_TASK DIRECTIONS_. Within the records below, find the line containing "# F(x_j-) = product". Reproduce it and each line after it exactly, and nothing else.

_DATA LISTING_.
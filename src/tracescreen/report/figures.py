"""Per-metal charts for the report: results over time by site, non-detects at their detection limit,
and the applicable limits. Figures are plotly; plotly.js is inlined once by the report page.
"""

from __future__ import annotations

import html

import pandas as pd
import plotly.graph_objects as go
import plotly.io as pio
import plotly.offline

from tracescreen._internal.text import format_number
from tracescreen.retest.rows import results_from_screening, site_samples

#: The plotly configuration of every chart, in the report and in the dashboard: no plotly logo, and no
#: button that offers to send the chart to a third-party service (plotly.js shows its "send to cloud"
#: button unless ``showSendToCloud`` is false): monitoring data can be confidential, and the tool
#: works offline. The camera button saves a PNG at twice the screen resolution.
PLOTLY_CONFIG: dict = {
    "displaylogo": False,
    "showSendToCloud": False,
    "showEditInChartStudio": False,
    "modeBarButtonsToRemove": ["sendDataToCloud", "editInChartStudio"],
    "toImageButtonOptions": {"format": "png", "scale": 2},
    "responsive": True,
}

PALETTE = ["#1f5f8b", "#c2571a", "#2f7d32", "#8e2c6f", "#6b5b14", "#0f7c7c", "#a12a2a", "#4d4d9f",
           "#7a7a7a", "#b07d00"]


def plotly_script() -> str:
    """The plotly.js library text, to inline once in a page (escaped for a ``<script>`` element)."""
    return plotly.offline.get_plotlyjs().replace("</script", "<\\/script")


_VARYING_SYMBOLS = ["line-ew-open", "cross-thin-open", "x-thin-open", "line-ns-open"]


def _limit_traces(rows: pd.DataFrame, colour: dict) -> list[go.Scatter]:
    """Dashed lines for constant limits; for a limit that varies (hardness), a short mark at each
    sample in the site's colour."""
    lim = rows[rows["limit_ug_L"].notna()]
    if lim.empty:
        return []
    traces = []
    key = [k for k in ("limit_table", "duration", "use") if k in lim.columns]
    lim = lim.assign(**{k: lim[k].fillna("").astype(str) for k in key})
    x0, x1 = rows["sampled_at"].min(), rows["sampled_at"].max()
    varying = 0
    for (table, *rest), g in lim.groupby(key, sort=True):  # one trace per limit (a handful)
        label = " ".join([str(table)] + [str(r) for r in rest if r])
        values = g["limit_ug_L"].unique()
        if len(values) == 1:
            v = float(values[0])
            traces.append(go.Scatter(x=[x0, x1], y=[v, v], mode="lines", name=f"{label}: {format_number([v])[0]} µg/L",
                                     line=dict(dash="dash", width=1.5, color="#444"), hoverinfo="name"))
            continue
        symbol = _VARYING_SYMBOLS[varying % len(_VARYING_SYMBOLS)]
        varying += 1
        g = g.drop_duplicates(["site_id", "sampled_at", "limit_ug_L"])
        for i, (sid, gs) in enumerate(g.groupby("site_id", sort=True)):  # in each site's colour
            traces.append(go.Scatter(x=gs["sampled_at"], y=gs["limit_ug_L"], mode="markers",
                                     name=f"{label} (hardness-dependent, site colour)", legendgroup=label,
                                     showlegend=i == 0, hovertemplate=f"{sid} {label}: %{{y}} µg/L",
                                     marker=dict(symbol=symbol, size=9, color=colour.get(sid, "#444"))))
    return traces


def analyte_figures(screening: pd.DataFrame) -> list[tuple[str, str, go.Figure]]:
    """One figure per analyte and fraction of the site-sample results.

    Parameters
    ----------
    screening : pandas.DataFrame
        The screening table (QC samples are left out).

    Returns
    -------
    list of (analyte, fraction, plotly.graph_objects.Figure)
        Values in µg/L on a log axis: filled circles detected, open down-triangles non-detects at the
        detection limit, dashed lines limits.
    """
    site = site_samples(screening)
    if site.empty:
        return []
    res = results_from_screening(site)
    sites = sorted(res["site_id"].unique())
    colour = {s: PALETTE[i % len(PALETTE)] for i, s in enumerate(sites)}
    out = []
    for (analyte, fraction), g in res.groupby(["analyte", "fraction"], sort=True):
        fig = go.Figure()
        for sid, s in g.groupby("site_id", sort=True):  # one trace pair per site
            det = s[s["detected"].astype(bool)]
            nd = s[~s["detected"].astype(bool)]
            c = colour[sid]
            fig.add_trace(go.Scatter(x=det["sampled_at"], y=det["value_ug_L"], mode="markers", name=str(sid),
                                     legendgroup=str(sid), marker=dict(color=c, size=6),
                                     text=det["sample_id"], hovertemplate="%{text}<br>%{x|%Y-%m-%d}: %{y} µg/L"))
            if not nd.empty:
                fig.add_trace(go.Scatter(x=nd["sampled_at"], y=nd["detection_limit_ug_L"], mode="markers",
                                         name=f"{sid} non-detect", legendgroup=str(sid), showlegend=True,
                                         marker=dict(color=c, size=7, symbol="triangle-down-open"),
                                         text=nd["sample_id"],
                                         hovertemplate="%{text}<br>%{x|%Y-%m-%d}: &lt;%{y} µg/L (non-detect)"))
        rows = site[site["analyte"].eq(analyte) & site["fraction"].eq(fraction)]
        for t in _limit_traces(rows, colour):
            fig.add_trace(t)
        fig.update_layout(template="none", height=380, margin=dict(l=60, r=20, t=40, b=40),
                          title=dict(text=f"{analyte} ({fraction})", x=0.01),
                          yaxis=dict(type="log", title=dict(text="µg/L"), gridcolor="#e5e7eb"),
                          xaxis=dict(gridcolor="#e5e7eb"), legend=dict(font=dict(size=10)))
        out.append((analyte, fraction, fig))
    return out


def figure_divs(figures: list[tuple[str, str, go.Figure]]) -> str:
    """HTML ``<div>`` elements of the figures (plotly.js is expected on the page already)."""
    parts = []
    for analyte, fraction, fig in figures:
        div_id = "chart-" + "".join(ch if ch.isalnum() else "-" for ch in f"{analyte}-{fraction}")
        parts.append(f'<div class="chart" data-analyte="{html.escape(analyte, quote=True)}" '
                     f'data-fraction="{html.escape(fraction, quote=True)}">'
                     + pio.to_html(fig, include_plotlyjs=False, full_html=False, div_id=div_id,
                                   config=PLOTLY_CONFIG,
                                   default_height="380px")
                     + "</div>")
    return "\n".join(parts)
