"""The report's section on monitoring wells against background and fixed standards.

It states the statistical design first, as the Unified Guidance asks a report to (USEPA 2009,
ch. 2-6): the design statement of :mod:`tracescreen.statistics.background.statement`; then each
compliance well's status over its retest sequence, the prediction limits with their inputs, the
confidence limits against standards, and charts of the wells that need attention (an initial or
confirmed exceedance of background, or a lower confidence limit above a standard).
"""

from __future__ import annotations

import pandas as pd

from tracescreen.report.tables import only_sites

#: Charts drawn at most (wells needing attention first).
MAX_CHARTS = 24

STATUS_COLUMNS = ["site_id", "analyte", "fraction", "comparison", "method", "plan", "limit_ug_L",
                  "n_evaluations", "n_initial_exceedances", "n_confirmed_exceedances", "n_resamples_missing",
                  "latest_status", "latest_sampled"]
LIMIT_COLUMNS = ["site_id", "analyte", "fraction", "comparison", "comparison_reason", "background_source",
                 "n_background", "percent_nondetect", "distribution", "mean", "sd", "df", "sd_pooled", "kappa",
                 "rank_from_top", "limit_ug_L", "design_false_positive_rate", "achieved_false_positive_rate",
                 "power_3sd", "limit_notes"]
CI_COLUMNS = ["site_id", "analyte", "fraction", "stage", "limit_table", "standard_ug_L", "standard_basis", "n",
              "parameter", "method", "lcl_ug_L", "ucl_ug_L", "confidence", "achieved_confidence", "decision",
              "ucl_below_standard_from", "ci_notes"]


def wells_tables(wells: dict, site_ids=None) -> dict[str, pd.DataFrame]:
    """The report's wells tables by name (``wells_design``, ``wells_status``, ``wells_limits``,
    ``wells_confidence``), restricted to ``site_ids`` where given."""
    return {
        "wells_design": wells["design_statement"],
        "wells_status": only_sites(wells["well_status"], site_ids)[STATUS_COLUMNS].reset_index(drop=True),
        "wells_limits": only_sites(wells["prediction_limits"], site_ids)[LIMIT_COLUMNS].reset_index(drop=True),
        "wells_confidence": only_sites(wells["confidence_limits"], site_ids)[CI_COLUMNS].reset_index(drop=True),
    }


def attention(wells: dict, site_ids=None) -> pd.DataFrame:
    """Compliance series needing attention, worst first: confirmed, then initial exceedances of
    background, then lower confidence limits above a standard."""
    keys = ["site_id", "analyte", "fraction"]
    st = only_sites(wells["well_status"], site_ids)
    ci = only_sites(wells["confidence_limits"], site_ids)
    rank = pd.concat([
        st.loc[st["n_confirmed_exceedances"] > 0, keys].assign(rank=0),
        st.loc[st["latest_status"].isin(["initial_exceedance", "resample_required"]), keys].assign(rank=1),
        ci.loc[ci["decision"] == "exceeds", keys].assign(rank=2),
    ])
    return rank.sort_values(["rank"] + keys).drop_duplicates(keys).reset_index(drop=True)


def _figure_div(fig, key: str) -> str:
    import html

    import plotly.io as pio

    div_id = "well-chart-" + "".join(ch if ch.isalnum() else "-" for ch in key)
    return (f'<div class="well-chart" data-series="{html.escape(key, quote=True)}">'
            + pio.to_html(fig, include_plotlyjs=False, full_html=False, div_id=div_id,
                          config={"displaylogo": False, "responsive": True}, default_height="560px") + "</div>")


def wells_section_html(wells: dict, site_ids, table_html) -> str:
    """The section's HTML (``table_html`` is the report's own table renderer; plotly.js is on the page)."""
    from tracescreen.report.well_figures import well_figure

    t = wells_tables(wells, site_ids)
    need = attention(wells, site_ids)
    figures = "\n".join(_figure_div(well_figure(wells, r.site_id, r.analyte, r.fraction),
                                     f"{r.site_id} {r.analyte} {r.fraction}") for r in need.head(MAX_CHARTS).itertuples())
    more = (f"<p>{len(need) - MAX_CHARTS} more wells need attention; see the tables.</p>"
            if len(need) > MAX_CHARTS else "")
    return (
        "<p>Statistics of monitoring wells against background and fixed standards after the US EPA Unified "
        "Guidance (EPA 530-R-09-007, 2009). They support, and do not replace, the regulator's decision.</p>"
        "<h3>Statistical design</h3>" + table_html(t["wells_design"], "wells-design-table")
        + "<h3>Status over the retest sequence</h3>" + table_html(t["wells_status"], "wells-status-table")
        + "<h3>Wells needing attention</h3>"
        + (figures + more if figures else '<p class="none">No well needs attention.</p>')
        + "<h3>Prediction limits and their inputs</h3>" + table_html(t["wells_limits"], "wells-limits-table")
        + "<h3>Confidence limits against standards</h3>"
        + (table_html(t["wells_confidence"], "wells-confidence-table") if len(t["wells_confidence"])
           else '<p class="none">No standard applies to the compliance wells (give --limits).</p>'))
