"""Statistics of left-censored concentrations (results below the detection limit).

A non-detect is not zero and not the detection limit: it is "somewhere below DL". The methods
here estimate the mean, standard deviation and percentiles of a series that holds non-detects,
following Helsel (2012) and Helsel et al. (2020):

* :func:`kaplan_meier` -- Kaplan-Meier for left-censored data (the default; nonparametric).
* :func:`ros` -- robust regression on order statistics, lognormal, several detection limits.
* :func:`lognormal_mle` -- maximum likelihood for a censored lognormal distribution.
* :func:`substitute` -- substitution of 0, DL/2 or DL; only on request, always labelled.

Series convention (DEVELOPERS.md): ``values`` holds the detected value, or the detection limit
for a non-detect; ``nondetect`` is True for a non-detect. Concentrations in µg/L.

The ``*_grouped`` functions compute many series (site x analyte x fraction) in one vectorised pass
over padded arrays (:mod:`tracescreen.grouped`).

References
----------
.. [1] Helsel, D.R. (2012). Statistics for Censored Environmental Data Using Minitab and R,
   2nd ed. Wiley, Hoboken NJ.
.. [2] Helsel, D.R., Hirsch, R.M., Ryberg, K.R., Archfield, S.A., Gilroy, E.J. (2020).
   Statistical Methods in Water Resources. USGS Techniques and Methods 4-A3.
   https://doi.org/10.3133/tm4A3
"""

from __future__ import annotations

import numpy as np
import pandas as pd

from tracescreen.statistics import grouped

#: Percentiles reported by the summary (as probabilities).
PROBS = (0.5, 0.9, 0.95)

#: Substitution factors for the ``substitution_*`` methods (fraction of the detection limit).
SUBSTITUTION = {"substitution_zero": 0.0, "substitution_half_dl": 0.5, "substitution_dl": 1.0}

#: Accepted ``method`` values for :func:`censored_statistics_grouped`.
METHODS = ("kaplan_meier", "ros", "mle_lognormal", *SUBSTITUTION)


def _as_series(values, nondetect):
    x = np.asarray(values, dtype=float)
    nd = np.zeros(x.shape, bool) if nondetect is None else np.asarray(nondetect, dtype=bool)
    if x.shape != nd.shape:
        raise ValueError("values and nondetect must have the same length")
    if np.isnan(x).any():
        raise ValueError("values contain NaN (a non-detect needs its detection limit)")
    return x, nd


# --------------------------------------------------------------------------- Kaplan-Meier

#: Rounding tolerance when comparing the KM distribution function with a percentile's probability.
_F_TOL = 1e-12


def _km_rows(x, nd, valid, probs=PROBS):
    """Kaplan-Meier for left-censored data, one series per row of padded arrays.

    ``x`` (g, m) values or detection limits, ``nd`` non-detect flags, ``valid`` real cells.
    Returns a dict of (g,) arrays: ``mean``, ``sd``, ``efron_mass`` and ``q`` (g, len(probs)).
    """
    x = np.where(valid, x, np.inf)
    order = np.argsort(x, axis=1, kind="stable")
    x = np.take_along_axis(x, order, axis=1)
    valid = np.take_along_axis(valid, order, axis=1)
    det = valid & ~np.take_along_axis(nd, order, axis=1)
    g, m = x.shape
    n = valid.sum(axis=1)
    col = np.arange(m)
    # runs of equal values: b = number of observations <= x (a non-detect counts when DL <= x)
    last = np.ones((g, m), bool)
    last[:, :-1] = x[:, 1:] != x[:, :-1]
    first = np.ones((g, m), bool)
    first[:, 1:] = last[:, :-1]
    end = np.minimum.accumulate(np.where(last, col, m)[:, ::-1], axis=1)[:, ::-1]
    start = np.maximum.accumulate(np.where(first, col, 0), axis=1)
    cdet = np.cumsum(det, axis=1)
    before = np.where(start > 0, np.take_along_axis(cdet, np.maximum(start - 1, 0), axis=1), 0)
    d = cdet - before  # detects in the run, read at its last cell
    b = (end + 1).astype(float)
    jump = last & valid & (d > 0)
    f = np.where(jump, 1.0 - d / b, 1.0)
    # F(x_j-) = product of the factors at and above x_j (Helsel 2012, eq. 6-1, flipped KM)
    below = np.cumprod(f[:, ::-1], axis=1)[:, ::-1]
    at = np.ones((g, m))
    at[:, :-1] = below[:, 1:]  # F(x_j)
    w = np.where(jump, at - below, 0.0)
    efron = below[:, 0]  # mass below the smallest detect, placed at the smallest value (Efron)
    xs = np.where(valid, x, 0.0)
    xmin = xs[:, 0]
    mean = (w * xs).sum(axis=1) + efron * xmin
    var = (w * (xs - mean[:, None]) ** 2).sum(axis=1) + efron * (xmin - mean) ** 2
    with np.errstate(invalid="ignore", divide="ignore"):
        sd = np.sqrt(var * n / (n - 1))
    q = np.full((g, len(probs)), np.nan)
    for k, p in enumerate(probs):
        # F(x) >= p, with F values equal to p up to rounding (e.g. 20/40 = 0.5) counted as equal
        hit = jump & (at >= p - _F_TOL)
        pos = np.argmax(hit, axis=1)
        ok = hit.any(axis=1) & ~(efron >= p - _F_TOL)
        q[ok, k] = x[ok, pos[ok]]
    none = n == 0
    mean[none] = sd[none] = np.nan
    sd[n < 2] = np.nan
    return {"mean": mean, "sd": sd, "efron_mass": efron, "q": q}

_RESPONSE AREA_.
    # F(x_j-) = product of the factors at and above x_j (Helsel 2012, eq. 6-1, flipped KM)
    below = np.cumprod(f[:, ::-1], axis=1)[:, ::-1]
    at = np.ones((g, m))
    at[:, :-1] = below[:, 1:]  # F(x_j)
    w = np.where(jump, at - below, 0.0)
    efron = below[:, 0]  # mass below the smallest detect, placed at the smallest value (Efron)
    xs = np.where(valid, x, 0.0)
    xmin = xs[:, 0]
    mean = (w * xs).sum(axis=1) + efron * xmin
    var = (w * (xs - mean[:, None]) ** 2).sum(axis=1) + efron * (xmin - mean) ** 2
    with np.errstate(invalid="ignore", divide="ignore"):
        sd = np.sqrt(var * n / (n - 1))
    q = np.full((g, len(probs)), np.nan)
    for k, p in enumerate(probs):
        # F(x) >= p, with F values equal to p up to rounding (e.g. 20/40 = 0.5) counted as equal
        hit = jump & (at >= p - _F_TOL)
        pos = np.argmax(hit, axis=1)
        ok = hit.any(axis=1) & ~(efron >= p - _F_TOL)
        q[ok, k] = x[ok, pos[ok]]
    none = n == 0
    mean[none] = sd[none] = np.nan
    sd[n < 2] = np.nan
    return {"mean": mean, "sd": sd, "efron_mass": efron, "q": q}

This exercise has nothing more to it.